Probability that random high dimensional vectors are all on the convex hull Say I pick $n$ i.i.d. random standard normal points in $\mathbb{R}^d$.  Roughly, as long as $n$ is much smaller than exponential in $d$, with high probability all points will be on the convex hull.  This is because with high probability they will all be near the radius $\sqrt{d}$ sphere and all almost orthogonal, and thus each point is the furthest in its own direction from the origin.  Let $p(n,d)$ be the failure probability that at least one point is in the interior of the convex hull.
Question: What's the best upper bound on $p(n,d)$ as a function of $n$ and $d$?  I care most about the regime $d \gg 1$, $n \in O(\operatorname{poly}(d))$.

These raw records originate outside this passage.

import { describe, expect, it } from 'vitest';
import type { Plan } from '../../compile/compile.ts';
import { junctionStepBlocked } from '../junctionStepBlocked.ts';
import { junctionStepFourNodeBlocked } from '../junctionStepFourNodeBlocked.ts';
import { junctionStepOneNodeBlocked } from '../junctionStepOneNodeBlocked.ts';
import { junctionStepOneNodeUnrolled } from '../junctionStepOneNodeUnrolled.ts';
import { junctionStepScalarBlocked } from '../junctionStepScalarBlocked.ts';
import { compileWide, fourScenario, hubScenario, scalarScenario } from './blockedFixtures.ts';

// The fast paths keep sums in locals but perform the same operations in the same order as the
// blocked reference loops (which are themselves bit-identical to the step-by-step kernels), so
// the comparisons are exact (Object.is per element, which also tells -0 from 0).

function bitsEqual(a: Float64Array, b: Float64Array): boolean {
  if (a.length !== b.length) return false;
  for (let i = 0; i < a.length; i++) if (!Object.is(a[i], b[i])) return false;
  return true;
}

type Stepper = (p: Plan, n0: number, b: number, slot: Float64Array, xs: Float64Array, xOff: number) => void;

/** Runs nSteps in blocks of nB; slot rows at offset 2 with stride 3 (other entries NaN); x per step. */
function run(plan: Plan, nSteps: number, nB: number, step: Stepper): Float64Array {
  const nX = plan.x.length;
  const nW = plan.waveforms.length;
  const slot = new Float64Array(2 + 3 * nB).fill(NaN);
  const xs = new Float64Array(nSteps * nX);
  for (let n0 = 0; n0 < nSteps; n0 += nB) {
    const b = Math.min(nB, nSteps - n0);
    for (let r = 0; r < b; r++) for (let w = 0; w < nW; w++) slot[2 + 3 * r + plan.waveforms[w].slot] = plan.waveforms[w].instance.value((n0 + r) * plan.dtS);
    step(plan, n0, b, slot, xs, n0 * nX);
  }
  return xs;
}

const scalarRef: Stepper = (p, n0, b, slot, xs, xOff) => {
  junctionStepScalarBlocked(0, p.nJunctions, n0, b, p.jPort, p.jX, p.jK, p.jEx, p.pIn, p.pInMask, p.pK, p.pF, p.pOut, p.pOutMask,
    p.pNode, p.pY2, p.exRow, p.exSlot, p.exCoef, slot, 3, 2, p.mat, p.wave, p.rhs, p.inc, xs, p.x.length, xOff);
};
const oneNode: Stepper = (p, n0, b, slot, xs, xOff) => {
  expect(junctionStepOneNodeBlocked(0, p.nJunctions, n0, b, p.jPort, p.jX, p.jK, p.jEx, p.pIn, p.pInMask, p.pK, p.pF, p.pOut, p.pOutMask,
    p.pY2, p.exRow, p.exSlot, p.exCoef, slot, 3, 2, p.mat, p.wave, p.inc, xs, p.x.length, xOff)).toBe(p.nJunctions * b);
};
const unrolled: Stepper = (p, n0, b, slot, xs, xOff) => {
  expect(junctionStepOneNodeUnrolled(0, p.nJunctions, n0, b, p.jPort, p.jX, p.jK, p.jEx, p.pIn, p.pInMask, p.pK, p.pF, p.pOut, p.pOutMask,
    p.pY2, p.exRow, p.exSlot, p.exCoef, slot, 3, 2, p.mat, p.wave, p.inc, xs, p.x.length, xOff)).toBe(p.nJunctions * b);
};
const generalRef: Stepper = (p, n0, b, slot, xs, xOff) => {
  junctionStepBlocked(0, p.nJunctions, n0, b, p.jPort, p.jX, p.jN, p.jB, p.jK, p.jA, p.jEx, p.pIn, p.pInMask, p.pK, p.pF,
    p.pOut, p.pOutMask, p.exRow, p.exSlot, p.exCoef, slot, 3, 2, p.mat, p.wave, p.rhs, p.inc, xs, p.x.length, xOff);
};
const fourNode: Stepper = (p, n0, b, slot, xs, xOff) => {
  expect(junctionStepFourNodeBlocked(0, p.nJunctions, n0, b, p.jPort, p.jX, p.jB, p.jK, p.jA, p.jEx, p.pIn, p.pInMask, p.pK, p.pF,
    p.pOut, p.pOutMask, p.exRow, p.exSlot, p.exCoef, slot, 3, 2, p.mat, p.wave, p.inc, xs, p.x.length, xOff)).toBe(p.nJunctions * b);
};

describe('junctionStepOneNodeBlocked', () => {
  it('gives bit-identical results to junctionStepScalarBlocked on one-node junctions', async () => {
    for (const nB of [1, 3, 6]) {
      const a = await compileWide(scalarScenario, 6);
      const b = await compileWide(scalarScenario, 6);
      const xa = run(a.plan, 300, nB, scalarRef);
      const xb = run(b.plan, 300, nB, oneNode);
      expect(Math.max(...xa.map(Math.abs))).toBeGreaterThan(0.05);
      expect(bitsEqual(xb, xa)).toBe(true);
      expect(bitsEqual(b.plan.wave, a.plan.wave)).toBe(true);
    }
  });
});

describe('junctionStepOneNodeUnrolled', () => {
  it('gives bit-identical results to junctionStepScalarBlocked for junctions of one to five line ends', async () => {
    for (const text of [scalarScenario, hubScenario]) {
      const probe = await compileWide(text, 6);
      const degrees = new Set(Array.from({ length: probe.plan.nJunctions }, (_, j) => probe.plan.jPort[j + 1] - probe.plan.jPort[j]));
      expect(probe.kMin).toBeGreaterThanOrEqual(6);
      for (const nB of [1, 4, 6]) {
        const a = await compileWide(text, 6);
        const b = await compileWide(text, 6);
        const xa = run(a.plan, 300, nB, scalarRef);
        const xb = run(b.plan, 300, nB, unrolled);
        expect(Math.max(...xa.map(Math.abs))).toBeGreaterThan(0.05);
        expect(bitsEqual(xb, xa)).toBe(true);
        expect(bitsEqual(b.plan.wave, a.plan.wave)).toBe(true);
        // inc holds the incident waves of the last step, as the reference leaves it.
        expect(bitsEqual(b.plan.inc, a.plan.inc)).toBe(true);
      }
      if (text === hubScenario) expect([...degrees].sort()).toEqual([1, 4, 5]);
    }
  });
});

describe('junctionStepFourNodeBlocked', () => {
  it('gives bit-identical results to junctionStepBlocked on four-node junctions with sources on two rows', async () => {
    const probe = await compileWide(fourScenario, 8);
    expect(probe.plan.jN.every((n) => n === 4)).toBe(true);
    expect(probe.kMin).toBeGreaterThanOrEqual(8);
    for (const nB of [1, 4, 8]) {
      const a = await compileWide(fourScenario, 8);
      const b = await compileWide(fourScenario, 8);
      const xa = run(a.plan, 300, nB, generalRef);
      const xb = run(b.plan, 300, nB, fourNode);
      expect(Math.max(...xa.map(Math.abs))).toBeGreaterThan(0.05);
      expect(bitsEqual(xb, xa)).toBe(true);
      expect(bitsEqual(b.plan.wave, a.plan.wave)).toBe(true);
    }
  });
});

 A: It's not too bad to see that the probability is at most $2n^2 e^{-d/2e}$.  Let $x_1,\ldots,x_n$ be the points.  We will use a union bound, so it is sufficient to examine the probability that $x_1$ is in the convex hull of $x_2,\ldots,x_n$.  This happens if and only if there are $\lambda_j \in [0,1]$ with $\sum \lambda_j = 1$ and $$x_1 = \sum_{j = 2}^n \lambda_j x_j\,.$$
Take an inner product with $x_1$ to see that this implies $$\| x_1 \|_2^2 = \sum_{j = 2}^n \lambda_j \langle x_1, x_j \rangle.$$
Thus $$P(x_1 \in \mathrm{conv}(x_2,\ldots,x_n)) \leq P( \|x_1\|^2 \leq \max_{j \geq 2} |\langle x_1, x_j \rangle|).$$
If we divide by $\|x_1\|$, the RHS probability bound becomes
$$P\left(\|x_1\| \le \max_{j \ge 2} \left|\left<x_1/\|x_1\|, x_j \right>\right|\right).$$
$\|x_1\|^2 \sim \chi^2_d$ and $\left<x_1/\|x_1\|, x_j\right> \sim N(0,1)$, so from $\chi^2_d$ and $N(0,1)$ tail bounds we have
\begin{align*}
P(\|x_1\| \le t\sqrt{d}) &\le \left(t e^{(1-t^2)/2}\right)^d \\
P\left(\left<x_1/\|x_1\|, x_j\right> \ge t\sqrt{d}\right) &\le \frac{\left(e^{-t^2/2}\right)^d}{t\sqrt{2\pi d}}
\end{align*}
for any $t \in (0,1)$.  Matching the base of the exponents gives
\begin{align*}
t e^{(1-t^2)/2} &= e^{-t^2/2} \\
t &= e^{-1/2} \approx 0.606531
\end{align*}
whence union bounding shows
\begin{align*}P(x_1 \in \mathrm{conv}(x_2,\ldots,x_n))
  &\le (n-1) \left(1 + \frac{1}{\sqrt{2\pi d/e}}\right) e^{-d/2e} \\
  &< 2ne^{-d/2e}
\end{align*}
and so
$$P(\exists~j \text{ s.t. }x_j \in \mathrm{conv}(x_1,\ldots,x_{j-1},x_{j+1},\ldots,x_n)) < 2n^2 e^{-d/2e}.$$
I do not know if this is optimal, but it's worth noting that it's basically the strategy you suggested.  When $n$ is exponentially large in $d$ the probability does not tend to $0$ provided the exponent is big enough, which is where this bound breaks.